In most cases, data lineage is one option but rarely have I seen it called out as the only acceptable solution to meet a regulation. If the effort and cost of sustaining data lineage is being called out by the Global Systemically Important Banks (G-SIBS), one needs a sanity check before engaging in a full scale data lineage engagement. Here are some of the items to consider:

  1. It’s going to be a lot more expensive than you think.
  2. Multiple extraction vendors will be involved. 
  3. There is no standard interchange between various vendor’s lineage mappings.
  4. There will be some level of manual stitching of data. 
  5. There will be errors and omissions.
  6. Auditing, verification, and certification for lineage is going to be very hard.
  7. Business and Technical lineage is going to be hard to keep in synch.
  8. New technologies, upgrades, and acquisitions can break lineage.
  9. Cloud providers provide services and may not open up metadata for extraction.
  10. If it’s absolutely needed, provide lineage for pointed solutions, not enterprise wide. 

The Alternative Approach – Don’t just trust the family tree, take the DNA test

Having looked at the lineage conundrum for quite some time, we came to the realization that a different approach was needed. If we take the analogy of ancestry one can research the family tree and get to a certain level of family history, but there will be gaps, language barriers, human errors, and omissions. An alternative method would be the use of DNA forensics to build a more accurate picture of your origin and possible health risks. With regard to an organization’s data, the Praxi approach de-emphasizes the means of movement and puts the focus wholly on data discovery, classification, and cataloging. Organizations can quickly identify what types of data they have and where it is located regardless of platform or location. As new systems are added or made redundant, the platform can instantly catalog and tag data DNA to provide context using established means of data patterns, curation, and machine learning models, allowing for the better identification of critical data to meet GDPR, CCPA or data provider restrictions. In essence, provide an inventory of the enterprise data with tagged sensitive or copyrighted content needed to meet various regulations are set in place.

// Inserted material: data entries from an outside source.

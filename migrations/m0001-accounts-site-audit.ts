import { Migration } from '@mikro-orm/migrations'

/** Who may sign in, the site's versioned settings, and the hash-chained audit trail. */
export class M0001AccountsSiteAudit extends Migration {
  override up(): void {
    this.addSql(`
      create extension if not exists btree_gist;

      create function refuse_change() returns trigger language plpgsql as $$
      begin
        raise exception '% is append-only', tg_table_name using errcode = 'restrict_violation';
      end $$;

      create table customers (
        id uuid primary key default gen_random_uuid(),
        name text not null check (char_length(name) between 1 and 120),
        contact_email text check (contact_email is null or char_length(contact_email) <= 254),
        created_at timestamptz not null
      );
      create unique index customers_name_key on customers (lower(name));

      create table accounts (
        id uuid primary key default gen_random_uuid(),
        email text not null check (char_length(email) between 3 and 254),
        name text not null check (char_length(name) between 1 and 80),
        role text not null check (role in ('administrator', 'master cooper', 'chemist', 'toaster', 'customer')),
        customer_id uuid references customers (id),
        password_hash text,
        temperature_unit text not null default 'C' check (temperature_unit in ('C', 'F')),
        state text not null check (state in ('invited', 'active', 'closed')),
        created_at timestamptz not null,
        updated_at timestamptz not null,
        revision integer not null default 1 check (revision > 0),
        constraint accounts_customer_check check ((role = 'customer') = (customer_id is not null)),
        constraint accounts_password_check check (state <> 'active' or password_hash is not null)
      );
      create unique index accounts_email_key on accounts (lower(email));

      create table sessions (
        id uuid primary key default gen_random_uuid(),
        account_id uuid not null references accounts (id),
        created_at timestamptz not null,
        last_seen_at timestamptz not null,
        expires_at timestamptz not null,
        ended_at timestamptz,
        user_agent text check (char_length(user_agent) <= 400),
        address text check (char_length(address) <= 64)
      );
      create index sessions_account_idx on sessions (account_id) where ended_at is null;

      create table account_links (
        id uuid primary key default gen_random_uuid(),
        account_id uuid references accounts (id),
        purpose text not null check (purpose in ('invitation', 'password reset', 'first administrator')),
        token_sha256 text not null unique,
        created_at timestamptz not null,
        expires_at timestamptz not null,
        used_at timestamptz,
        constraint account_links_account_check check ((purpose = 'first administrator') = (account_id is null))
      );

      create table sign_in_throttles (
        key text primary key,
        failures integer not null check (failures >= 0),
        window_started_at timestamptz not null,
        blocked_until timestamptz
      );

      create table site_settings (
        version integer primary key check (version > 0),
        name text not null check (char_length(name) between 1 and 120),
        serial_prefix text not null check (serial_prefix ~ '^[A-Z]{2,5}$'),
        time_zone text not null,
        rules jsonb not null check (jsonb_typeof(rules) = 'object'),
        is_demo boolean not null default false,
        created_at timestamptz not null,
        created_by uuid references accounts (id)
      );
      create trigger site_settings_append_only before update or delete on site_settings
        for each row execute function refuse_change();

      create table signatures (
        id uuid primary key default gen_random_uuid(),
        account_id uuid not null references accounts (id),
        account_name text not null,
        account_role text not null,
        meaning text not null check (char_length(meaning) between 1 and 200),
        reason text check (char_length(reason) <= 2000),
        subject_type text not null,
        subject_id uuid not null,
        subject_sha256 text not null check (subject_sha256 ~ '^[0-9a-f]{64}$'),
        signed_at timestamptz not null
      );
      create index signatures_subject_idx on signatures (subject_type, subject_id);
      create trigger signatures_append_only before update or delete on signatures
        for each row execute function refuse_change();

      create table audit_entries (
        seq bigint primary key,
        at timestamptz not null,
        actor_id uuid,
        actor_name text not null,
        action text not null check (char_length(action) between 1 and 80),
        subject_type text not null,
        subject_id text not null,
        detail jsonb not null default '{}',
        previous_hash text not null check (previous_hash ~ '^[0-9a-f]{64}$'),
        hash text not null check (hash ~ '^[0-9a-f]{64}$')
      );
      create index audit_entries_subject_idx on audit_entries (subject_type, subject_id, seq);
      create index audit_entries_at_idx on audit_entries (at);

      -- What an entry's hash covers, as one JSON text; the verify command hashes this text again.
      create function audit_payload(e audit_entries) returns text language sql stable as $$
        select jsonb_build_array(e.previous_hash, e.seq,
          to_char(e.at at time zone 'UTC', 'YYYY-MM-DD"T"HH24:MI:SS.US"Z"'),
          e.actor_id, e.actor_name, e.action, e.subject_type, e.subject_id, e.detail)::text
      $$;

      create function chain_audit_entry() returns trigger language plpgsql as $$
      declare last record;
      begin
        perform pg_advisory_xact_lock(hashtext('emberstave.audit'));
        select seq, hash into last from audit_entries order by seq desc limit 1;
        new.seq := coalesce(last.seq, 0) + 1;
        new.previous_hash := coalesce(last.hash, repeat('0', 64));
        new.hash := encode(sha256(convert_to(audit_payload(new), 'UTF8')), 'hex');
        return new;
      end $$;
      create trigger audit_entries_chain before insert on audit_entries
        for each row execute function chain_audit_entry();
      create trigger audit_entries_append_only before update or delete on audit_entries
        for each row execute function refuse_change();
      create trigger audit_entries_no_truncate before truncate on audit_entries
        for each statement execute function refuse_change();

      grant select, insert, update on customers, accounts, sessions, account_links to emberstave_app;
      grant select, insert, update, delete on sign_in_throttles to emberstave_app;
      grant select, insert on site_settings, signatures, audit_entries to emberstave_app;
    `)
  }

  override down(): void {
    this.addSql(`
      drop table audit_entries cascade; drop table signatures; drop table site_settings;
      drop table sign_in_throttles; drop table account_links; drop table sessions; drop table accounts;
      drop table customers; drop function chain_audit_entry(); drop function refuse_change();
    `)
  }
}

To conclude, lineage is valuable but only in a cost controlled and scope restricted environment, with a set of outcomes that are pre-planned, demonstrable, and, most importantly, maintainable. In a modern world, where business users are more tech savvy than ever, they will not be shoehorned into solutions purely on the basis that they bode well for Data Lineage but fail to meet their ever changing business needs. IT needs to acknowledge the landscape change and the capabilities and limitations of Data Lineage, and leverage other approaches to complement and, in some cases, even supplant lineage altogether.